向来是个没有主见的人,一味地跟着别人的脚步走,在广场上慢慢地踱步,不知何时一阵阵清风徐来,每一个毛孔似乎都充盈了起来,五脏六腑仿佛被熨斗熨过似的,舒展得无法言语。慢悠悠走着,眼前开阔起来,视野里出现了一座大桥,我很是纳闷,心想这是紧挨着大江吗?再走几步,冷不丁眼前是无限开阔的海面,大海就这样猝不及防出现了。
大海原是这个样子,海水本是蓝色,在阳光下愈发显得其蓝得清透,在海天相接的地方只看到一条直直的线,往两头无限延伸下去。偶尔有海鸥急急地跃过海面,往天边飞去,渐渐成了一个点。我坐在海边望着海面,心里想起那个人说的“听说从未看过大海的人第一次看见大海会有想哭的冲动”,本来是为了寻这冲动而来,可是此刻心底却平静得厉害,也许是这个海滩并不是用来感怀的好地方,人很多,很嘈杂,想要好好地追寻回忆原是该去安静的地方罢。
沙滩上不乏游客,其中有一对金发碧眼的小双胞胎男孩吸引了我的注意力,他们长得实在很漂亮,是油画《维纳斯与天使》上小天使的模样,白白的小脚踩在细细的沙子上,晃晃悠悠朝海边走去,时而有浪冲了上来,他们便拔腿转身就跑,尖叫着,笑时脸上有深深的笑涡,仿佛不知道世上有烦恼这回事。受到感染,我也脱掉了高跟的鞋子,用双脚去感觉大海的温度,毕竟十月,海水已然有些凉,细细的沙子在脚底摩擦,赤脚总是能给人一种返璞归真的感觉,不留神一阵浪扑过来,海水淋了一身,裙子湿答答地贴在身上,很是狼狈,偶尔因此尖叫一身会引来周围人的轻笑。
就这样沿着岸走,看着自己的脚印深深浅浅地印在沙滩上,不到几秒马上又被扑上来的浪给抹平了,宛若前尘往事都在岁月里打磨得光滑细碎,再也找不到存在过的痕迹。我想这大抵就是我们的青春吧,来之前我想过来到你的城市,去走你来时的路,去坐你坐过的电车,去看你看过的大海,去感受你成长的城市,可是呆坐在这海边,关于我们的种种我一点也记不得。

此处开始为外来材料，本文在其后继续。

/** Plays a current through a front end in pieces of the given lengths, then the rest. */
interface FrontEnd {
  process(values: Float64Array, marks: Uint8Array, count: number): void;
}

export function cutAt(
  frontEnd: FrontEnd, amperes: Float64Array, lengths: readonly number[],
): { volts: Float64Array; marks: Uint8Array } {
  const volts = Float64Array.from(amperes);
  const marks = new Uint8Array(volts.length);
  let at = 0;
  for (const length of [...lengths, volts.length]) {
    const end = Math.min(volts.length, at + length);
    frontEnd.process(volts.subarray(at, end), marks.subarray(at, end), end - at);
    at = end;
  }
  return { volts, marks };
}
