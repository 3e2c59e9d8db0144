/** The second demo falls short in each trial for the reasons that it is there to show, and its rows say them. */
import { beforeAll, describe, expect, test } from 'vitest';
import { BARGAIN_PROBE } from '../../../sim/demo/bargainprobe.ts';
import { prove, type Verdict } from '../../../sim/judging/prove.ts';
import { probeOf } from '../probes.ts';

describe.each([0, 1, 2])('the bargain probe, trial %i', (trial) => {
  let verdict: Verdict;
  beforeAll(() => {
    const proving = prove(probeOf(BARGAIN_PROBE), { seed: 1, trial, folder: '.' });
    let step = proving.next();
    while (!step.done) step = proving.next();
    verdict = step.value;
  });
  const rowOf = (id: string) => verdict.rows.find((row) => row.id === id)!;

  test('holds at a steady drive current, so what follows is not its gain', () => {
    expect(rowOf('mean/fast@drive').holds).toBe(true);
  });

  test('clips ahead of the filter: too low by what the rail cuts off the peaks, and no reading says so', () => {
    const row = rowOf('mean/fast@chopped drive');
    expect(row.holds).toBe(false);
    expect(row.value!).toBeLessThan(0);
    expect(row.because).toContain('the amplifier reached its rail');
    const hidden = rowOf('hiddenClipping');
    expect(hidden.holds).toBe(false);
    expect(hidden.because).toContain('"chopped drive"');
  });

  test('tracking swallows a small steady current, as its constants said it may', () => {
    const row = rowOf('mean/fast@lamp left on');
    expect(row.holds).toBe(false);
    // all of 0.4 A is within its authority of 0.6 A; it hunts by the noise of the code
    expect(row.value!).toBeLessThan(-0.3);
    expect(row.because).toContain('tracking moved the zero from');
    expect(rowOf('swallowed').holds).toBe(false);
  });

  test('an overload moves the zero, and nothing says so', () => {
    const row = rowOf('zeroAfterOverload@short circuit');
    expect(row.holds).toBe(false);
    // remanence of a gapped core: at the most Hc * path (19 A/m * 80 mm)
    expect(Math.abs(row.value!)).toBeLessThan(1.52);
    expect(row.because).toContain('no reading was flagged during the pulse');
    expect(rowOf('overRangeDelay@short circuit').because).toContain('no reading is flagged from then on');
  });

  test('a sensor that follows the supply against a reference that does not: off by a steady current', () => {
    const row = rowOf('mean/fast@tired battery');
    expect(row.holds).toBe(false);
    expect(row.because).toContain('the supply is 4.8 V in place of 5 V, followed by the sensor but not by the virtual ground and the reference');
  });
});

晚上躺在旅馆的小床上,窗前有一棵很高大的法桐,北方的道路上遍植着这种顽强的植物,没有月亮借着灯光也可以看见它绰约的树影,我很喜欢安静地欣赏这种窗前的植物,它们就像一个静默的倾诉者,不带窥探性质地,在你的窗前,与你对望,告诉你它的历史过往,经历的风雨,以及美丽的青春。
我的旅游,本带着寻找某些东西的目的来,然而终究是是丢掉了一些东西,原来忘记你,从来都是单枪匹马的事情,不关沿途的风景。